Avanti della domenica

N. 40 del 5 dicembre 2010

Conferenza nazionale degli amministratori socialisti- Rimini 4/5 dicembre 2010
Pieraldo Ciucchi - Rilanciare lo sviluppo, riformare le istituzioni
mercoledì 1 dicembre 2010

Pieraldo Ciucchi*

Riformismo istituzionale, nuova laicità, questione sociale e giustizia giusta: sono questi i cardini sui quali occorre costruire  un nuovo modello di società in grado di lasciarsi alle spalle i fallimenti della cosiddetta Seconda Repubblica.
L’irrisolta questione istituzionale ha radici nella crisi di sistema che investe l’Italia da decenni e dalla quale si può uscire solo ridando la parola al popolo, attraverso un referendum popolare consultivo sulla forma di Stato e di Governo.
Il PSI sta promuovendo in tutta Italia una campagna referendaria per abolire la legge elettorale, il cosiddetto Porcellum e la questione referendaria può rappresentare il modo per ricercare la convergenza di forze e movimenti politici che con noi, all’insegna del motto “Grande riforma e popolo”, possono sprigionare un nuovo protagonismo dei cittadini affinché tornino a battersi per una Italia bisognosa di buona politica, capace di sottrarsi all’abbraccio mortale di gruppi d’interesse, delle corporazioni, delle vuote rappresentanze professionali e di categoria. Il PSI può concorrere immettendovi il proprio bagaglio ideale e culturale per delineare una società che coniughi il valore della libertà con il senso di responsabilità ed il bisogno di giustizia sociale e che difenda tenacemente il diritto al lavoro, alla salute, all’istruzione.

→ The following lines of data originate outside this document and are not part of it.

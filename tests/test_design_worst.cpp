// The search with objective = "worst" over a finite volume beats the textbook designs, which
// are optimal only for a vanishingly small one.
#include <catch2/catch.hpp>

#include <cmath>

#include <fmt/format.h>

#include "coilwright/config.hpp"
#include "coilwright/evaluator.hpp"
#include "coilwright/search.hpp"
#include "support/maxwell_coils.hpp"

using namespace coilwright;

namespace {

constexpr double R = 0.5;

std::string sphere_target(double radius, const std::string& search) {
  return fmt::format(R"(
[target]
region = "sphere"
centre = ["0 m", "0 m", "0 m"]
axis = [0, 0, 1]
radius = "{} m"
goal = "uniform"
field = ["0 T", "0 T", "100 uT"]
tolerance = "10 ppm"
[search]
objective = "worst"
seed = 7
{}
)", radius, search);
}

// The worst relative deviation of a fixed design on the target (currents solved the same way).
double worst_of(Model m) {
  m.free_parameters.clear();
  Evaluator ev(m);
  return ev.objective(m, Objective::worst);
}

}  // namespace

TEST_CASE("over a sphere of 0.3 R the best two-loop design beats the Helmholtz spacing", "[search][worst]") {
  const std::string toml = R"(
[[circuit]]
name = "main"
current = { min = "-10 A", max = "10 A" }
[[coil]]
name = "pair"
shape = "loop"
centre = ["0 m", "0 m", "0 m"]
axis = [0, 0, 1]
turns = 10
radius = "0.5 m"
separation = { start = "0.3 m", min = "0.1 m", max = "1 m" }
)" + sphere_target(0.3 * R, "starts = 4\nmax_evaluations = 2000");
  const Model config = parse_model(toml, "two-loops.toml");
  const SearchSummary s = run_search(config);
  Model helmholtz = config;
  helmholtz.coils[0].separation_m = R;  // textbook: d = R
  const double textbook = worst_of(helmholtz);
  const double found = s.designs.front().metrics.worst_relative_deviation;
  INFO("Helmholtz " << textbook << ", found " << found);
  CHECK(found < 0.9 * textbook);
}

TEST_CASE("over a sphere of 0.3 R the best three-coil design beats the Maxwell coil", "[search][worst]") {
  const double zo = std::sqrt(3.0 / 7.0) * R;
  const std::string toml = test::maxwell_three_coils(R, 1.6 * zo, 0.2 * R, 2.0 * R) +
                           sphere_target(0.3 * R, "starts = 4\nmax_evaluations = 2000");
  const Model config = parse_model(toml, "three-coils.toml");
  const SearchSummary s = run_search(config);
  Model maxwell = config;
  maxwell.coils[1].separation_m = 2.0 * zo;  // textbook position; currents solved on the sphere as for the search
  const double textbook = worst_of(maxwell);
  const double found = s.designs.front().metrics.worst_relative_deviation;
  INFO("Maxwell " << textbook << ", found " << found);
  CHECK(found < 0.9 * textbook);
}

TEST_CASE("a short solenoid with end corrections is at least 10x more uniform", "[search][worst]") {
  // Issue requirement: solenoid of length 2R, free end-correction windings, central cylinder.
  const std::string coils = R"(
[[circuit]]
name = "main"
current = { min = "-10 A", max = "10 A" }
[[circuit]]
name = "trim"
current = { min = "-10 A", max = "10 A" }
[[coil]]
name = "solenoid"
shape = "solenoid"
circuit = "main"
centre = ["0 m", "0 m", "0 m"]
axis = [0, 0, 1]
turns = 200
radius = "50 mm"
length = "100 mm"
[[coil]]
name = "ends"
shape = "pack"
circuit = "trim"
centre = ["0 m", "0 m", "0 m"]
axis = [0, 0, 1]
turns = 20
inner_radius = "52 mm"
outer_radius = "58 mm"
width = "6 mm"
separation = { start = "40 mm", min = "10 mm", max = "110 mm" }
)";
  const std::string target = R"(
[target]
region = "cylinder"
centre = ["0 m", "0 m", "0 m"]
axis = [0, 0, 1]
radius = "15 mm"
length = "30 mm"
goal = "uniform"
field = ["0 T", "0 T", "5 mT"]
tolerance = "100 ppm"
[search]
objective = "worst"
seed = 1
starts = 4
max_evaluations = 1500
)";
  const Model config = parse_model(coils + target, "end-correction.toml");
  const SearchSummary s = run_search(config);
  // The plain solenoid: same length, no corrections (trim current held at zero).
  Model plain = config;
  plain.circuits[1].solved = false;
  plain.circuits[1].current_A = 0.0;
  const double bare = worst_of(plain);
  const double corrected = s.designs.front().metrics.worst_relative_deviation;
  INFO("plain " << bare << ", corrected " << corrected);
  CHECK(corrected * 10.0 < bare);
}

Il pensiero politico ispirato ai valori del socialismo liberale può tornare a riaccendersi se anzitutto sapremo interpretare il compito di prospettare il campo largo in cui coniugare l’affermazione di un progetto di Nuovo Riformismo con l’azione di costruzione di una Nuova Repubblica.

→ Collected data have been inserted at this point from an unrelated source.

// The field of every coil shape: closed forms, limits, and consistency between shapes.
#include <catch2/catch.hpp>

#include <cmath>
#include <string>
#include <vector>

#include "coilwright/constants.hpp"
#include "coilwright/error.hpp"
#include "coilwright/field.hpp"
#include "coilwright/model.hpp"

using namespace coilwright;

namespace {

Vec3 field_at(const Coil& c, double current, const Vec3& p) {
  double x = p.x(), y = p.y(), z = p.z();
  double bx = 0.0, by = 0.0, bz = 0.0;
  add_coil_field(c, current, {&x, &y, &z, 1}, {&bx, &by, &bz});
  return {bx, by, bz};
}

bool near(const Vec3& got, const Vec3& want, double rel, double floor = 0.0) {
  return std::isfinite(got.norm()) && (got - want).norm() <= rel * want.norm() + floor;
}

Coil loop(double R, double turns = 1.0) {
  Coil c;
  c.name = "loop";
  c.shape = Shape::loop;
  c.radius_m = R;
  c.turns = turns;
  return c;
}

Coil pack(double ri, double ro, double w, double turns) {
  Coil c;
  c.name = "pack";
  c.shape = Shape::pack;
  c.inner_radius_m = ri;
  c.outer_radius_m = ro;
  c.width_m = w;
  c.turns = turns;
  return c;
}

Coil solenoid(double R, double L, double turns) {
  Coil c;
  c.name = "sol";
  c.shape = Shape::solenoid;
  c.radius_m = R;
  c.length_m = L;
  c.turns = turns;
  return c;
}

Coil rectangle(double w, double h) {
  Coil c;
  c.name = "rect";
  c.shape = Shape::rectangle;
  c.width_m = w;
  c.height_m = h;
  return c;
}

Coil regular_polygon(double R, int n) {
  Coil c;
  c.name = "poly";
  c.shape = Shape::polygon;
  for (int k = 0; k < n; ++k) {
    const double t = 2.0 * pi * k / n;
    c.vertices_m.emplace_back(R * std::cos(t), R * std::sin(t), 0.0);
  }
  return c;
}

// A proper rotation from Rodrigues' formula.
Mat3 rotation(const Vec3& axis, double angle) { return Eigen::AngleAxisd(angle, axis.normalized()).toRotationMatrix(); }

Coil rotated(Coil c, const Mat3& Q) {
  c.centre_m = Q * c.centre_m;
  c.axis = Q * c.axis;
  c.width_axis = Q * c.width_axis;
  for (Vec3& v : c.vertices_m) v = Q * v;
  return c;
}

// Every shape, placed off the origin with a tilted axis, for the generic checks.
std::vector<Coil> every_shape() {
  std::vector<Coil> v;
  const Vec3 axis = Vec3(0.2, -0.3, 1.0).normalized();
  const Vec3 wa = axis.cross(Vec3::UnitY()).normalized();
  auto place = [&](Coil c, const Vec3& centre) {
    c.centre_m = centre;
    c.axis = axis;
    c.width_axis = wa;
    return c;
  };
  v.push_back(place(loop(0.3, 10), Vec3(0.05, 0.0, -0.02)));
  v.push_back(place(pack(0.25, 0.31, 0.04, 120), Vec3(0.0, 0.03, 0.01)));
  v.push_back(place(solenoid(0.2, 0.5, 300), Vec3(0.0, 0.0, 0.0)));
  Coil ml = solenoid(0.0, 0.45, 800);
  ml.inner_radius_m = 0.15;
  ml.outer_radius_m = 0.19;
  v.push_back(place(ml, Vec3(0.01, 0.0, 0.0)));
  v.push_back(place(rectangle(0.5, 0.3), Vec3(0.0, 0.02, 0.0)));
  Coil thick = rectangle(0.5, 0.35);
  thick.depth_m = 0.02;
  thick.thickness_m = 0.015;
  thick.turns = 40;
  v.push_back(place(thick, Vec3(0.0, 0.0, 0.03)));
  Coil poly = regular_polygon(0.3, 5);
  poly.vertices_m[2] += Vec3(0.05, 0.0, 0.02);  // not regular, not planar
  v.push_back(place(poly, Vec3(0.02, 0.01, 0.0)));
  Coil pair = place(pack(0.25, 0.28, 0.03, 50), Vec3(0.0, 0.0, 0.0));
  pair.separation_m = 0.3;
  v.push_back(pair);
  Coil anti = place(loop(0.3, 20), Vec3(0.0, 0.0, 0.0));
  anti.separation_m = 0.4;
  anti.opposed = true;
  v.push_back(anti);
  return v;
}

// Points clear of every shape above (the conductors lie within 0.35 m of the origin, and
// the axial extent is within 0.25 m): a shell between 0.45 m and 1 m, and near the centre.
std::vector<Vec3> clear_points() {
  return {Vec3(0.0, 0.0, 0.0),   Vec3(0.03, -0.02, 0.05), Vec3(0.5, 0.3, 0.2),
          Vec3(-0.6, 0.1, -0.4), Vec3(0.2, -0.7, 0.5),    Vec3(0.1, 0.1, -0.9)};
}

}  // namespace

TEST_CASE("loop: on-axis closed form for any axis, turns and current", "[field][loop]") {
  // Source: B = mu0 N I R^2 / (2 (R^2 + z^2)^{3/2}) along the axis (Jackson, Classical
  // Electrodynamics, 3rd ed., sec. 5.5). Tolerance: a few ulp of the double evaluation.
  Coil c = loop(0.25, 7);
  c.centre_m = Vec3(0.1, -0.2, 0.3);
  c.axis = Vec3(1.0, 2.0, -0.5).normalized();
  for (double z : {0.0, 0.07, -0.4, 2.0}) {
    const Vec3 b = field_at(c, 1.5, c.centre_m + z * c.axis);
    const double s = 0.25 * 0.25 + z * z;
    const double want = mu0 * 7 * 1.5 * 0.25 * 0.25 / (2.0 * s * std::sqrt(s));
    CHECK(near(b, want * c.axis, 1e-14));
  }
}

TEST_CASE("solenoid sheet: on-axis closed form", "[field][solenoid]") {
  // Source: B = mu0 n I (cos t1 - cos t2) / 2 on the axis of a finite solenoid, t the angles
  // subtended by the ends (Griffiths, Introduction to Electrodynamics, 4th ed., Problem 5.11).
  const double R = 0.1, L = 0.6, N = 500, I = 2.0;
  const Coil c = solenoid(R, L, N);
  for (double z : {0.0, 0.1, 0.29, 0.31, -0.5, 3.0}) {
    // In long double: far outside, cos t1 - cos t2 cancels (1e-4 at z = 3 m).
    const long double u1 = z + L / 2, u2 = z - L / 2, r = R;
    const long double cos1 = u1 / std::sqrt(u1 * u1 + r * r), cos2 = u2 / std::sqrt(u2 * u2 + r * r);
    const double want = static_cast<double>(mu0 * N / L * I * (cos1 - cos2) / 2.0L);
    // 1e-14: cel's stopping rule gives ~1e-16, a few roundings in the two ends' terms; far
    // outside, the closed form is itself a difference of the ends' terms and loses
    // eps (|cos t1| + |cos t2|) / |cos t1 - cos t2| (2e-12 at z = 3 m).
    const double cancel = static_cast<double>((std::fabs(cos1) + std::fabs(cos2)) / std::fabs(cos1 - cos2));
    const Vec3 got = field_at(c, I, Vec3(0, 0, z));
    INFO("z=" << z << " got " << got.transpose() << " want " << want);
    CHECK(near(got, Vec3(0, 0, want), 1e-14 + 4e-16 * cancel));
  }
}

TEST_CASE("thick pack: field at the centre and on the axis", "[field][pack]") {
  // Source: B0 = mu0 N I / (2 (a2 - a1)) ln((a2 + sqrt(a2^2 + l^2)) / (a1 + sqrt(a1^2 + l^2))),
  // l = width/2 (D. B. Montgomery, Solenoid Magnet Design, Wiley 1969, ch. 1); on the axis the
  // same integral of sheets gives (mu0 J / 2) [u ln(..u..)]_{u = z - l}^{u = z + l}.
  const double a1 = 0.12, a2 = 0.2, w = 0.1, N = 400, I = 1.5;
  const Coil c = pack(a1, a2, w, N);
  const double l = w / 2;
  const double b0 = mu0 * N * I / (2 * (a2 - a1)) * std::log((a2 + std::hypot(a2, l)) / (a1 + std::hypot(a1, l)));
  // The quadrature targets ~1e-13; the centre is 0.12 m from a 0.08 m x 0.1 m section.
  CHECK(near(field_at(c, I, Vec3::Zero()), Vec3(0, 0, b0), 1e-12));
  const double J = N * I / ((a2 - a1) * w);
  auto term = [&](double u) { return u * std::log((a2 + std::hypot(a2, u)) / (a1 + std::hypot(a1, u))); };
  for (double z : {0.03, 0.2, -0.35}) {
    const double want = mu0 * J / 2 * (term(z + l) - term(z - l));
    CHECK(near(field_at(c, I, Vec3(0, 0, z)), Vec3(0, 0, want), 1e-12));
  }
}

Questa impostazione vale anche per la Toscana dove i socialisti sono impegnati a far ripartire lo sviluppo anche liberando il mercato e la competitività, assicurare lavoro e opportunità, garantire livelli di benessere accettabili e sicurezze per il futuro.

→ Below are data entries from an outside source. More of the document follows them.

// The null and calibrate commands end to end on the bundled demo: JSON keys, units, files.
#include <catch2/catch.hpp>

#include <sys/wait.h>

#include <cmath>
#include <cstdio>
#include <filesystem>
#include <fstream>
#include <string>

#include <nlohmann/json.hpp>

namespace {

// Runs a command line, returning its exit status and standard output.
std::pair<int, std::string> run(const std::string& cmd) {
  std::string out;
  FILE* p = popen(cmd.c_str(), "r");
  if (!p) return {-1, out};
  char buf[4096];
  while (std::size_t n = std::fread(buf, 1, sizeof buf, p)) out.append(buf, n);
  const int status = pclose(p);
  return {WIFEXITED(status) ? WEXITSTATUS(status) : -1, out};
}

std::filesystem::path scratch(const std::string& name) {
  const auto dir = std::filesystem::temp_directory_path() / ("coilwright-test-" + name);
  std::filesystem::remove_all(dir);
  std::filesystem::create_directories(dir);
  return dir;
}

}  // namespace

TEST_CASE("cli null: --json prints the documented keys and writes the design and the residual map", "[cli][nulling]") {
  const auto dir = scratch("null");
  const std::string src = COILWRIGHT_SOURCE_DIR;
  const auto [rc, out] = run(std::string(COILWRIGHT_BINARY) + " -q null " + src + "/configs/cage-null.toml --survey " + src +
                             "/configs/survey-demo.csv --json --out-dir " + dir.string());
  REQUIRE(rc == 0);
  const auto j = nlohmann::json::parse(out);
  REQUIRE(j.at("ambient").at("uniform").size() == 3);
  REQUIRE(j.at("ambient").at("gradient").size() == 3);
  // The demo's uniform field (tests/reference/nulling/make_survey_demo.py): Bx = 18.6 uT, in T;
  // fitted from 3 nT noise, so within 4 nT.
  CHECK(std::abs(j["ambient"]["uniform"][0].get<double>() - 18.6e-6) < 4e-9);
  // Gradient row 1 = dBy/d(x, y, z); dBy/dy = -250 nT/m in the demo, fitted within +-6 nT/m (1 sigma),
  // so within 30 nT/m.
  CHECK(std::abs(j["ambient"]["gradient"][1][1].get<double>() + 250e-9) < 30e-9);
  CHECK(j.at("currents").contains("x-pair"));
  CHECK(j.at("currents").size() == 3);
  CHECK(j.at("residual_worst").get<double>() < 100e-9);  // the cage's stated tolerance
  CHECK(j.at("residual_rms").get<double>() < j.at("residual_worst").get<double>());
  CHECK(std::filesystem::exists(dir / "cage-null-null.toml"));
  CHECK(std::filesystem::exists(dir / "cage-null-null.csv"));
  // The written design reloads.
  const auto [rc2, out2] = run(std::string(COILWRIGHT_BINARY) + " field " + (dir / "cage-null-null.toml").string());
  CHECK(rc2 == 0);
}

TEST_CASE("cli null: too few readings exit with the bad-input code", "[cli][nulling]") {
  const auto dir = scratch("null-few");
  {
    std::ofstream f(dir / "few.csv");
    f << "x,y,z,Bx[uT],By[uT],Bz[uT]\n0,0,0,18,-2,-44\n0.1,0,0,18,-2,-44\n";
  }
  const std::string src = COILWRIGHT_SOURCE_DIR;
  const auto [rc, out] = run(std::string(COILWRIGHT_BINARY) + " null " + src + "/configs/cage-null.toml --survey " +
                             (dir / "few.csv").string() + " --out-dir " + dir.string() + " 2>&1");
  CHECK(rc == 2);
  CHECK_THAT(out, Catch::Contains("2 reading(s)") && Catch::Contains("at least 3 readings"));
}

Sosterremo tutte quelle iniziative tese a tutelare gli utenti dei servizi pubblici e i consumatori, quella piccola e media impresa che compete sui mercati nazionali e internazionali e che costituisce la spina dorsale dell’economia e dell’occupazione regionale.
Vogliamo investire per un nuovo impegno legislativo per istituzioni più democratiche e trasparenti:
riforma della legge elettorale regionale, con l’abolizione del listino e la reintroduzione di regole che permettano agli elettori di scegliere i propri rappresentanti; abolizione legge sulle primarie; riordino delle Autorità di Garanzia con l’eliminazione e l’accorpamento per competenze delle diverse figure di Garanti creati nel tempo; utilità del Comitato regionale delle Autonomie; trasparenza, all’ anagrafe degli eletti e dei nominati, all’ open government; regolazione del conflitto d’interessi; riordino delle competenze tra livelli diversi degli enti locali secondo il principio della sussidiarietà istituzionale.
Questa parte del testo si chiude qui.